(Records from a collection)

--------------------------------------------------

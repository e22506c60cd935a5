import * as z from 'zod/mini';
import { id, personRef, timestamp } from './common.ts';
import { sheetPoint } from './document.ts';
import { MAX_NOTE_LENGTH } from './limits.ts';

/** What a note is about. `at` is where its balloon stands, kept for the case that the entity goes. */
export const noteAnchor = z.discriminatedUnion('on', [
  z.object({ on: z.literal('readingPoint'), entityId: id, at: sheetPoint }),
  z.object({ on: z.literal('line'), entityId: id, at: sheetPoint }),
  z.object({ on: z.literal('place'), at: sheetPoint }),
]);
export type NoteAnchor = z.infer<typeof noteAnchor>;

const noteText = z.string().check(z.trim(), z.minLength(1), z.maxLength(MAX_NOTE_LENGTH));

export const noteInput = z.object({ id, anchor: noteAnchor, text: noteText });
export const answerInput = z.object({ id, text: noteText });

export const noteDto = z.object({
  id,
  netId: id,
  /** Number in its balloon, counted within the net. */
  number: z.number(),
  anchor: noteAnchor,
  state: z.enum(['open', 'answered', 'closed']),
  createdAt: timestamp,
  closedBy: z.nullable(personRef),
  closedAt: z.nullable(timestamp),
  entries: z.array(z.object({ id, author: personRef, text: z.string(), at: timestamp })),
});
export type NoteDto = z.infer<typeof noteDto>;
export const noteListDto = z.object({ items: z.array(noteDto) });
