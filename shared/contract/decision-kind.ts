import * as z from 'zod/mini';

/** A reviewer's decision, or that an acceptance or the sending itself was withdrawn. */
export const decisionKind = z.enum([
  'accepted',
  'acceptedWithNotes',
  'returned',
  'acceptanceWithdrawn',
  'sendingWithdrawn',
]);
export type DecisionKind = z.infer<typeof decisionKind>;
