import { cellsOf, type NetCells } from '#shared/compute/cells/cells.ts';
import { modelNet, type NetModel } from '#shared/compute/net/net-model.ts';
import type { SectionMap } from '#shared/compute/section-map.ts';
import { readSetOut } from '#shared/compute/set-out.ts';
import { singleInputs } from '#shared/compute/single-inputs.ts';
import type { FlowNetDocument } from '#shared/contract/document.ts';

/** The net of a document in order with its cells, as the reading of it makes them. */
export function cellsOfDocument(document: FlowNetDocument): {
  model: NetModel;
  net: NetCells;
  map: SectionMap;
} {
  const { map } = readSetOut(document);
  if (map === null) throw new Error('The document is not set out.');
  const { water, count } = singleInputs(document);
  const model = modelNet(document, map, water, count.tracingAccuracyPx);
  return { model, net: cellsOf(model, count.tracingAccuracyPx), map };
}
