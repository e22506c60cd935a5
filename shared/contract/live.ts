import * as z from 'zod/mini';
import { id } from './common.ts';

/**
 * Events of `GET /live` (server-sent events, one stream for each browser). They carry ids only; the reader
 * fetches what it shows. `number` is the net's change counter for `net` events.
 */
export const liveEvent = z.discriminatedUnion('type', [
  z.object({ type: z.literal('net'), damId: id, netId: id, number: z.number(), clientId: z.nullable(id) }),
  z.object({ type: z.literal('notes'), damId: id, netId: id }),
  // Somebody came to the net, left it, or took up something else there.
  z.object({ type: z.literal('presence'), damId: id, netId: id }),
  z.object({ type: z.literal('revisions'), damId: id, netId: id }),
  z.object({ type: z.literal('drawing'), damId: id, drawingId: id }),
  z.object({ type: z.literal('dam'), damId: id }),
  // Told to that person only: their sign-in or their parts changed, so ask `GET /session` and the lists again.
  z.object({ type: z.literal('person'), personId: id }),
  // Told to that person only: they have read notes of the net, in this window or another.
  z.object({ type: z.literal('notesRead'), personId: id, netId: id }),
]);
export type LiveEvent = z.infer<typeof liveEvent>;
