import type { ExactNet } from '#shared/compute/exact/exact-net.ts';
import { similarityBackward } from '#shared/compute/similarity.ts';
import type { FlowNetDocument, SheetPoint } from '#shared/contract/document.ts';
import { withLines } from '#tests/support/exact-nets/edit-net.ts';
import { exactNetDocument, sheetMapOf, type Tracing } from '#tests/support/exact-nets/exact-net-document.ts';

const VERTICES = 40;

/**
 * An exact net of which one inner flow line, the `index`th, is drawn through `channel` between its ends: the cells
 * beside it are not square, and the head lines are right.
 */
export function withFlowLineMoved(
  net: ExactNet,
  tracing: Tracing,
  index: number,
  channel: number,
): FlowNetDocument {
  const map = sheetMapOf(net, tracing);
  const at = (drops: number, channels: number): SheetPoint => {
    const [x, y] = similarityBackward(map, ...net.placeAt(drops, channels));
    return [x, y];
  };
  return withLines(exactNetDocument(net, tracing), 'flowLine', (value, i) => {
    if (i !== index) return value;
    const points = Array.from({ length: VERTICES + 1 }, (_, k) => at((net.drops * k) / VERTICES, channel));
    return { ...value, points };
  });
}
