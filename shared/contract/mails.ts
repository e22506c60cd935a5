import * as z from 'zod/mini';
import { id, pageQuery, timestamp } from './common.ts';

/** What a mail is about. Each kind has one template. */
export const mailKind = z.enum([
  'invitation',
  'addedToDam',
  'passwordReset',
  'sentForChecking',
  'dueTomorrow',
  'overdue',
  'sendingWithdrawn',
  'accepted',
  'acceptedWithNotes',
  'returned',
  'acceptanceWithdrawn',
  'namedInNote',
  'digest',
]);
export type MailKind = z.infer<typeof mailKind>;

/** `held`: for the next digest. `inDigest`: went out within one. `dropped`: the person wants no such mail. */
export const mailState = z.enum(['waiting', 'sent', 'failed', 'held', 'inDigest', 'dropped']);
export type MailState = z.infer<typeof mailState>;

export const mailListQuery = z.extend(pageQuery, { state: z.optional(mailState) });

export const mailDto = z.object({
  id,
  to: z.string(),
  subject: z.string(),
  state: mailState,
  attempts: z.number(),
  lastError: z.string(),
  createdAt: timestamp,
  sentAt: z.nullable(timestamp),
});
export type MailDto = z.infer<typeof mailDto>;
export const mailListDto = z.object({
  items: z.array(mailDto),
  nextCursor: z.nullable(z.string()),
  /** Mails among those one may see that could not be delivered. */
  failed: z.number(),
});
export const mailDetailDto = z.extend(mailDto, { messageId: z.string(), text: z.string(), html: z.string() });

/** How notices that may wait come to a person: each at once, together once a day, or not at all. */
export const mailTiming = z.enum(['atOnce', 'daily', 'off']);
export type MailTiming = z.infer<typeof mailTiming>;
/** Hour of the person's own day at which the digest is made. */
export const DIGEST_HOUR = 7;

export const mailChoiceDto = z.object({
  timing: mailTiming,
  /** IANA name of the time zone in which the digest's hour is meant. */
  timeZone: z.string(),
  /** When the next digest goes out; null while nothing waits for one. */
  nextDigestAt: z.nullable(timestamp),
  /** Notices that wait for it. */
  held: z.number(),
});
export type MailChoiceDto = z.infer<typeof mailChoiceDto>;
export const mailChoiceInput = z.object({
  timing: mailTiming,
  timeZone: z.string().check(z.minLength(1), z.maxLength(100)),
});
export const digestStopQuery = z.object({ token: z.string().check(z.maxLength(200)) });

/** A template filled with sample data. */
export const mailTemplateDto = z.object({
  kind: mailKind,
  /** May wait for a digest. */
  mayWait: z.boolean(),
  subject: z.string(),
  text: z.string(),
  html: z.string(),
});
export type MailTemplateDto = z.infer<typeof mailTemplateDto>;
export const mailTemplateListDto = z.object({ items: z.array(mailTemplateDto) });
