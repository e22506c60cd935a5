import * as z from 'zod/mini';
import { id, pageQuery, timestamp } from './common.ts';
import { csvQuery } from './downloads.ts';

/** What an event can be about. */
export const eventAbout = z.enum(['drawings', 'nets', 'notes', 'checking', 'dam']);
export type EventAbout = z.infer<typeof eventAbout>;

/** Which events are asked for: whose, about what, from a time on and before a time. */
const filter = {
  person: z.optional(id),
  about: z.optional(eventAbout),
  from: z.optional(timestamp),
  until: z.optional(timestamp),
};
export const eventFilter = z.object(filter);
export type EventFilter = z.output<typeof eventFilter>;

export const eventListQuery = z.extend(pageQuery, filter);
/** The file holds what the list shows. */
export const eventFileQuery = z.extend(csvQuery, filter);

--------------------------------------------------

» AIM OF THE EXERCISE
The answer must be a single number: how many lines of the entries contain "mailDto".

» SOLUTION
4